1.3 輔助檢查 所有患者入院后查血糖、血電解質、三大常規、肝腎功能、血氣分析等基本在正常范圍內,1例患者血鈣1.9 mmol/L,該患者肌肉抽搐等無低血鈣表現,8例患者術前血清 CEA、AFP、CA199、CA125、CA724 等腫瘤標記物檢查位于正常值范圍內,其中1例CEA為6.12ng/ml(正常為0~5ng/ml),而2例CA199稍高,分別為51.23U/ml和56.00 U/ml(正常值:0~40 U/ml)。

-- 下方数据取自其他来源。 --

"""The whole-call targets of issue 19, measured in one run.

Same invented problem as ``bench_nnls.py`` (300 wavelengths, 5 components, ~30 % absent);
the library is built from synthetic standards with declared preparation and stock
(``bench_library_error.py``: 35 error patterns), so u_library is computed inside every
timed call. Timed in this one process, each the best of ``--repeat``:

1. eager ``unmix`` (the engine ``auto`` picks) at each of ``--eager-sizes`` against
   ``scipy.optimize.nnls`` in a loop (timed on the first ``--scipy-sample`` spectra and
   extrapolated linearly, stated in the output) and against the unconstrained floor
   ``pinv(K) @ Aᵀ`` (one GEMM; pinv of K computed outside the timing). Targets:
   at 10⁵ ≥ 30× the scipy loop and ≤ 3× the floor; at 10⁴ ≥ 20× the scipy loop.
2. ``--dask-size`` spectra (default 10⁶) dask-backed, chunked as ``io.cubes`` chunks a
   cube (or ``--chunk`` spectra), every per-spectrum output computed (fitted and residual
   spectra left out: 10⁶ of them would need 4.8 GB) on the default threaded scheduler,
   against the eager call at 10⁵ in µs per spectrum. Target: within 1.2×. Computed as the
   command line computes (``workflows.cluster.compute``: BLAS on one thread for the whole
   run) and with a plain ``.compute()``.

Pauses ``BLAS_IDLE_S`` before each timing (OpenBLAS threads spin after a product).
Run: ``python benchmarks/bench_targets.py [--repeat 5]``. Never a test.
"""

from __future__ import annotations

import argparse
import os
import time
import warnings

import numpy as np
from bench_library_error import library_from_standards
from bench_nnls import BLAS_IDLE_S, design, scipy_loop, spectra
from bench_unmix import labelled

import mixsolve as ms
from mixsolve.solve.engine import choose_engine

#: process CPU seconds (every thread) of the fastest call of the last :func:`best`
CPU = {"last": float("nan")}


def best(repeat: int, func) -> float:
    """Fastest wall time (s) of ``repeat`` calls, each after a pause of BLAS_IDLE_S; its
    process CPU time in ``CPU["last"]`` (less sensitive to other jobs on a shared machine)."""
    times = []
    for _ in range(repeat):
        time.sleep(BLAS_IDLE_S)
        cpu = time.process_time()
        start = time.perf_counter()
        func()
        times.append((time.perf_counter() - start, time.process_time() - cpu))
    wall, CPU["last"] = min(times)
    return wall


def load() -> str:
    return " ".join(f"{v:.2f}" for v in os.getloadavg())


def main() -> None:
    parser = argparse.ArgumentParser(description=__doc__.splitlines()[0])
    parser.add_argument("--eager-sizes", default="10000,100000")
    parser.add_argument("--dask-size", type=int, default=1_000_000)
    parser.add_argument("--chunk", type=int, default=None,
                        help="spectra per dask chunk [as io.cubes chunks a cube]")
    parser.add_argument("--repeat", type=int, default=5)
    parser.add_argument("--scipy-sample", type=int, default=20000)
    args = parser.parse_args()
    warnings.simplefilter("ignore")
    k = design()
    lib = library_from_standards(k)
    pinv = np.linalg.pinv(k)
    ms.unmix(labelled(spectra(20000, k)), lib)  # warm up (compiled engine loaded)
    print(f"library: {lib.sizes['error_source']} error patterns; "
          f"engine at 1e5: {choose_engine('auto', 100_000)}")
    print(f"load average before: {load()}")
    print(f"{'N':>9} {'unmix s':>9} {'pinv s':>9} {'scipy s':>9} {'scipy/unmix':>12} "
          f"{'unmix/pinv':>11} {'us/spectrum':>12} {'cpu us/sp':>10}")
    per_spectrum = {}
    for n in (int(s) for s in args.eager_sizes.split(",")):
        a = spectra(n, k)
        sp = labelled(a)
        t_unmix = best(args.repeat, lambda sp=sp: ms.unmix(sp, lib))
        cpu_unmix = 1e6 * CPU["last"] / n
        t_pinv = best(args.repeat, lambda a=a: pinv @ a.T)
        t_scipy, note = scipy_loop(k, a, args.scipy_sample)
        per_spectrum[n] = 1e6 * t_unmix / n
        print(f"{n:>9} {t_unmix:>9.4f} {t_pinv:>9.4f} {t_scipy:>9.3f} "
              f"{t_scipy / t_unmix:>12.1f} {t_unmix / t_pinv:>11.2f} "
              f"{per_spectrum[n]:>12.3f} {cpu_unmix:>10.3f}{note}")
        del a, sp
    if args.dask_size:
        from mixsolve.io.cubes import chunk_plan
        from mixsolve.workflows.cluster import compute

        n = args.dask_size
        sp = labelled(spectra(n, k))
        plan = {"sample": args.chunk} if args.chunk else chunk_plan(dict(sp.sizes))
        sp = sp.chunk(plan)
        eager = per_spectrum.get(100_000, min(per_spectrum.values()))
        runs = {"cluster.compute": lambda: compute(
                    ms.unmix(sp, lib).drop_vars(["fitted", "residual"])),
                ".compute()": lambda: ms.unmix(sp, lib).drop_vars(
                    ["fitted", "residual"]).compute()}
        for name, run in runs.items():
            t = best(max(1, args.repeat // 2), run)
            print(f"dask {n}, {name}: {len(sp.chunks[0])} chunks of {sp.chunks[0][0]}, "
                  f"{t:.3f} s, {1e6 * t / n:.3f} us/spectrum = {1e6 * t / n / eager:.2f}x "
                  f"the eager call at 1e5; cpu {1e6 * CPU['last'] / n:.3f} us/spectrum")
    print(f"load average after: {load()}")


if __name__ == "__main__":
    main()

11例患者均行B超或CT提示左上腹部有包塊;B超及CT檢查考慮診斷多為:胰腺囊腫、后腹膜腫瘤、內胚竇瘤、畸胎瘤。其中3例行MR檢查,均無明確診斷。2例病例行CT檢查考慮畸胎瘤,腫瘤較大,直徑約15 cm,病程較長(12月與18月),體查腫瘤位于左側腹部,其中1例影像學檢查腫瘤內有鈣化,并未見左側卵巢,另1例CT提示腫物與左側卵巢分界不清。目前公認為SPTP大多為包膜完整、體積較大的腫瘤,包膜內可有鈣化、出血壞死等。本文病例中B超多為腫瘤邊界尚清,邊緣整齊,可呈圓形或橢圓形,內部回聲結構紊亂呈實性為主的混合性回聲等,可壓迫周圍組織器官,并與部分組織器官分界不清。本文病例CT多為腫瘤包膜完整,腫瘤內部密度不均勻,有時有鈣化,均與胰腺分界不清,而膽道、胰管未見明顯擴張。術前B超、CT及MR等影像學檢查均未提示肝臟、肺等遠處轉移,均未見淋巴結腫大。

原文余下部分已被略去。